Stored data entries:
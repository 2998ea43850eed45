/* main.c - antumbra-cli: readies the libraries, finds the verb, hands over. */
#include <errno.h>
#include <fftw3.h>
#include <glib/gi18n.h>
#include <gsl/gsl_errno.h>
#include <locale.h>
#include <stdio.h>

#include "cli/exit-code.h"
#include "cli/verbs.h"
#include "config.h"
#include "data/near-word.h"

static void
ready_libraries (void)
{
  setlocale (LC_ALL, "");
  if (!g_get_charset (NULL))
    setlocale (LC_CTYPE, "C.UTF-8"); /* else every quotation mark printed on a bare machine would be a question mark */
  bindtextdomain (ANT_GETTEXT_DOMAIN, ANT_LOCALE_DIR);
  bind_textdomain_codeset (ANT_GETTEXT_DOMAIN, "UTF-8");
  textdomain (ANT_GETTEXT_DOMAIN);
  gsl_set_error_handler_off (); /* its default ends the program */
  fftw_make_planner_thread_safe ();
}

static int
unknown_verb (const char *name)
{
  g_autofree const char **names = g_new0 (const char *, ant_n_verbs + 1);
  for (gsize i = 0; i < ant_n_verbs; i++)
    names[i] = ant_verb_table[i].name;
  const char *near = ant_near_word (name, names);
  if (near)
    return ant_cli_fail_usage (_("there is no verb “%s”; the nearest is “%s”"), name, near);
  return ant_cli_fail_usage (_("there is no verb “%s”; --help lists them"), name);
}

static int
run (int argc, char **argv)
{
  if (argc < 2)
    return ant_cli_fail_usage (_("a verb is missing; --help lists them"));
  if (g_str_equal (argv[1], "--help") || g_str_equal (argv[1], "-h"))
    {
      g_autofree char *help = ant_verbs_help ();
      g_print ("%s", help);
      return ANT_EXIT_DONE;
    }
  if (g_str_equal (argv[1], "--version"))
    {
      g_print ("antumbra-cli %s\n", ANT_VERSION);
      return ANT_EXIT_DONE;
    }
  const AntVerb *verb = ant_verb_find (argv[1]);
  if (!verb)
    return unknown_verb (argv[1]);
  g_autofree char *program = g_strdup_printf ("antumbra-cli %s", verb->name);
  g_set_prgname (program);
  return verb->run (argc - 1, argv + 1);
}

int
main (int argc, char **argv)
{
  ready_libraries ();
  int code = run (argc, argv);
  if (fflush (stdout) == 0 && !ferror (stdout))
    return code;
  if (code != ANT_EXIT_DONE)
    return code;
  g_printerr (_("antumbra-cli: standard output: %s\n"), g_strerror (errno));
  return ANT_EXIT_WRITE;
}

PROBLEM REQUIREMENTS: Reproduce only the lines above, starting at the line with "if (!g_get_charset (NULL))" and ending at the line with "if (argc < 2)", exactly as written.

TASK ANSWER:
  if (!g_get_charset (NULL))
    setlocale (LC_CTYPE, "C.UTF-8"); /* else every quotation mark printed on a bare machine would be a question mark */
  bindtextdomain (ANT_GETTEXT_DOMAIN, ANT_LOCALE_DIR);
  bind_textdomain_codeset (ANT_GETTEXT_DOMAIN, "UTF-8");
  textdomain (ANT_GETTEXT_DOMAIN);
  gsl_set_error_handler_off (); /* its default ends the program */
  fftw_make_planner_thread_safe ();
}

static int
unknown_verb (const char *name)
{
  g_autofree const char **names = g_new0 (const char *, ant_n_verbs + 1);
  for (gsize i = 0; i < ant_n_verbs; i++)
    names[i] = ant_verb_table[i].name;
  const char *near = ant_near_word (name, names);
  if (near)
    return ant_cli_fail_usage (_("there is no verb “%s”; the nearest is “%s”"), name, near);
  return ant_cli_fail_usage (_("there is no verb “%s”; --help lists them"), name);
}

static int
run (int argc, char **argv)
{
  if (argc < 2)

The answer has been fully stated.